# Starblazer 05 model with large garage. Faults?



## tomos (Jun 13, 2011)

Hello there. Really not sure if this is the right section for this question, however..I have just taken on a 2005 Starblazer which we love. The problem is that after a journey of 400 miles to the coast (Cornwall) , I have noticed a serious issue with the tyre walls? When we went to purchase the truck, there was no / or very little indication of cracking or damage at all, yet..our first journey out, and the tyres have what seems to look like 'crazy paving' patterns on the side walls? The truck has only done 20000 miles and has a full mot.
Can any one advise please? Really would like some help as the dealer we purchased from, does not want to honour the warranty! 
Kindest regards Paul


----------



## tonyt (May 25, 2005)

20000 miles in 6 years, been parked up for long periods - in the sun? Original tyres?

Probably need a new set - be safe.


----------



## tomos (Jun 13, 2011)

*Tyre faults.*

Hi Tony.

Thanks for your reply. Looking at the 'DOT' code on the side walls, states that the tyres were new in 04! 
I am trying to get some help off the dealer but seem to be failing fast!


----------



## Techno100 (May 8, 2010)

My 2004 Autocruise was the same. The cracks only appear if you happen to park with the tyre at point of it's circumference that it has spent the most time parked. 
I bought 4 new Michelin's as soon as I spotted them and they were 03 tyres. I bought private so I had to put it down to experience.

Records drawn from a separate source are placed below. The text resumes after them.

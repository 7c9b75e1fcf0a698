import { getDb } from "@/db/client";
import { duplicateBench, findRevisionInWorkspace } from "@/db/queries/bench-history";
import { findBench, latestRevision } from "@/db/queries/benches";
import {
  createAssignments,
  createAttempt,
  createLab,
  findAssignment,
  setAssignmentBench,
  type Lab,
} from "@/db/queries/labs";
import { findMembership } from "@/db/queries/memberships";
import { findScenario } from "@/db/queries/scenarios";
import { findUserById } from "@/db/queries/users";
import { scopeOf } from "../capabilities";
import { appUrl } from "../config";
import type { VerifiedSession } from "../dal";
import { AppError } from "../errors";
import { deliverPendingMail, queueMail } from "../mailer";
import { loadVisibleBench } from "../resources";
import { startScenarioRun } from "../runs/run-service";
import { applyHiddenFaults, type HiddenFault, parseHiddenFaults } from "./hidden-faults";
import { formatDate } from "@/components/ui/format-date";

type Who = Pick<VerifiedSession, "userId" | "workspaceId" | "role" | "name">;

/**
 * Training labs: a trainer makes a lab from a shared bench and a grading
 * scenario (with faults hidden in the apprentices' copies), assigns it with a
 * due date and an e-mail, each apprentice works on a private copy and submits,
 * and the grading scenario runs on the submitted revision.
 */

export function createLabFor(
  who: Who,
  input: {
    title: string;
    brief: string;
    benchId: string;
    gradingScenarioId: string;
    hiddenFaults: readonly HiddenFault[];
  },
): Lab {
  const bench = loadVisibleBench(who, input.benchId);
  if (bench.privateOwnerId !== null) {
    throw new AppError(
      "invalid_input",
      "benchId: a lab is made from a shared bench, not a private copy",
      {
        field: "benchId",
      },
    );
  }
  const scenario = findScenario({
    workspaceId: who.workspaceId,
    scenarioId: input.gradingScenarioId,
  });
  if (!scenario)
    throw new AppError("not_found", "no such scenario", { field: "gradingScenarioId" });
  if (scenario.benchId !== bench.id) {
    throw new AppError(
      "invalid_input",
      `gradingScenarioId: "${scenario.name}" runs on another bench than "${bench.name}"`,
      { field: "gradingScenarioId" },
    );
  }
  const revision = latestRevision({ benchId: bench.id });
  if (!revision) throw new AppError("conflict", `bench "${bench.name}" has no saved revision`);
  const applied = applyHiddenFaults(JSON.parse(revision.document), input.hiddenFaults);
  if (!applied.ok) {
    const field = `hiddenFaults[${applied.error.index}].${applied.error.field}`;
    throw new AppError("invalid_input", `${field}: ${applied.error.message}`, { field });
  }
  return createLab({
    values: {
      workspaceId: who.workspaceId,
      title: input.title,
      brief: input.brief,
      benchId: bench.id,
      gradingScenarioId: scenario.id,
      hiddenFaults: JSON.stringify(input.hiddenFaults),
      createdBy: who.userId,
    },
  });
}

/** Assign a lab; every id must be an apprentice of the workspace. Each new assignee gets an e-mail. */
export async function assignLab(
  who: Who,
  lab: Lab,
  input: { apprenticeIds: readonly string[]; dueAt: Date | null },
) {
  const db = getDb();
  const apprentices = input.apprenticeIds.map((id, index) => {
    const membership = findMembership({ userId: id, workspaceId: who.workspaceId });
    const user = findUserById({ userId: id });
    if (!membership || !user || membership.role !== "apprentice") {
      throw new AppError(
        "invalid_input",
        `apprenticeIds[${index}]: not an apprentice of this workspace`,
        {
          field: `apprenticeIds[${index}]`,
        },
      );
    }
    return user;
  });
  const created = db.transaction((tx) => {
    const rows = createAssignments({
      db: tx as unknown as typeof db,
      labId: lab.id,
      apprenticeIds: apprentices.map((a) => a.id),
      dueAt: input.dueAt,
      assignedBy: who.userId,
    });
    for (const row of rows) {
      const apprentice = apprentices.find((a) => a.id === row.apprenticeId)!;
      const due = input.dueAt ? `It is due on ${formatDate(input.dueAt)}.` : "It has no due date.";
      queueMail(
        {
          workspaceId: who.workspaceId,
          to: apprentice.email,
          subject: `New lab: ${lab.title}`,
          text: [
            `${who.name} assigned you the lab "${lab.title}". ${due}`,
            "",
            lab.brief,
            "",
            `Open it: ${appUrl()}/labs/assignments/${row.id}`,
          ].join("\n"),
          purpose: "lab-assignment",
        },
        tx as unknown as typeof db,
      );
    }
    return rows;
  });
  void deliverPendingMail().catch((error) => console.error("lab assignment mail", error));
  return created;
}

/** The assignment, visible to its apprentice and to those who manage labs; 404 otherwise. */
export function loadAssignment(
  who: Who,
  assignmentId: string,
  options: { apprenticeOnly?: boolean } = {},
) {
  const found = findAssignment({ workspaceId: who.workspaceId, assignmentId });
  const isApprentice = found?.assignment.apprenticeId === who.userId;
  const manages = scopeOf(who.role, "labs.manage") === "workspace";
  if (!found || (!isApprentice && !manages)) throw new AppError("not_found", "no such assignment");
  if (options.apprenticeOnly && !isApprentice) {
    throw new AppError("forbidden", "only the apprentice the lab is assigned to may do this");
  }
  return found;
}

/** Make the apprentice's private copy (with the hidden faults) the first time; returns its bench id. */
export function openAssignment(
  who: Who,
  assignmentId: string,
): { benchId: string; created: boolean } {
  const found = loadAssignment(who, assignmentId, { apprenticeOnly: true });
  const existing = found.assignment.privateBenchId
    ? findBench({ workspaceId: who.workspaceId, benchId: found.assignment.privateBenchId })
    : undefined;
  if (existing && existing.archivedAt === null) return { benchId: existing.id, created: false };
  const source = findBench({ workspaceId: who.workspaceId, benchId: found.lab.benchId });
  const revision = source ? latestRevision({ benchId: source.id }) : undefined;
  if (!source || !revision) throw new AppError("conflict", "the lab's bench has no saved revision");
  const applied = applyHiddenFaults(
    JSON.parse(revision.document),
    parseHiddenFaults(found.lab.hiddenFaults),
  );
  // The faults were checked against the bench when the lab was made; a bench edited since may not fit.
  const document = applied.ok ? applied.value : JSON.parse(revision.document);
  const copy = duplicateBench({
    source,
    document: JSON.stringify(document),
    name: `${found.lab.title} (${found.apprenticeName})`,
    createdBy: who.userId,
    privateOwnerId: who.userId,
  });
  setAssignmentBench({ assignmentId: found.assignment.id, benchId: copy.bench.id });
  return { benchId: copy.bench.id, created: true };
}

/** Submit the copy's latest revision: an attempt row and the grading run on that revision. */
export function submitAttempt(who: Who, assignmentId: string) {
  const found = loadAssignment(who, assignmentId, { apprenticeOnly: true });
  const benchId = found.assignment.privateBenchId;
  if (!benchId) {
    throw new AppError(
      "conflict",
      "start working on the lab first: there is no copy to submit yet",
    );
  }
  const revision = latestRevision({ benchId });
  const scenario = findScenario({
    workspaceId: who.workspaceId,
    scenarioId: found.lab.gradingScenarioId,
  });
  if (!revision || !scenario)
    throw new AppError("conflict", "the lab's copy or grading scenario is missing");
  // Double-check the revision is in the workspace before grading it.
  if (!findRevisionInWorkspace({ workspaceId: who.workspaceId, revisionId: revision.id })) {
    throw new AppError("not_found", "no such bench revision");
  }
  const { run } = startScenarioRun({
    workspaceId: who.workspaceId,
    startedBy: who.userId,
    scenario,
    revision,
    gradeAsWritten: true,
  });
  const attempt = createAttempt({
    values: { assignmentId: found.assignment.id, benchRevisionId: revision.id, runId: run.id },
  });
  return { attempt, run };
}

BTW mine had only done 8,700 with 3 owners in 6 years. I have done nearly 11k myself


----------



## tomos (Jun 13, 2011)

*Tyre faults starblazer*

Thanks for that Techno 100

I thought I was doing the right thing buying from a dealer :roll: 
I too have learned early from the experience.

Kindest regards Paul


----------



## JohnsCrossMotorHomes (Jul 21, 2007)

The tyres are the only point of contact on the road, cracked walls, we change them, tyres over five years old, we change them before sale.

Peter


----------



## tomos (Jun 13, 2011)

*Tyre faults Starblazer*

Hi Peter.

Every one I have spoken to since, has said the same thing as yourself. 5 Years or more , then the tyres are changed. Really dont understand the issue with this guy? Especially having told them that we were stopped at a check point and showed the faults by a inspector chappy? Even he said that they should be changed due to lamination faults. 
I believe the only way forward with this is to go legal and put it in the hands of our solicitors.
Thanks any way for your answer.
Kindest regards Paul


----------



## TR5 (Jun 6, 2007)

I should write to your dealer, quoting "fit for purpose". Try and get a tyre dealer to examine and give a written report as to their condition, and include a copy.

While it is obviously not new, it should be supplied in a roadworthy condition, and an MOT is not a guarantee of a vehicle being roadworthy, in every respect! Certain things they can only advise on, and tyre wall crazing is one of them.

Get a quote for new tyres, and send this to the dealer, telling them that you expect them to pay.


----------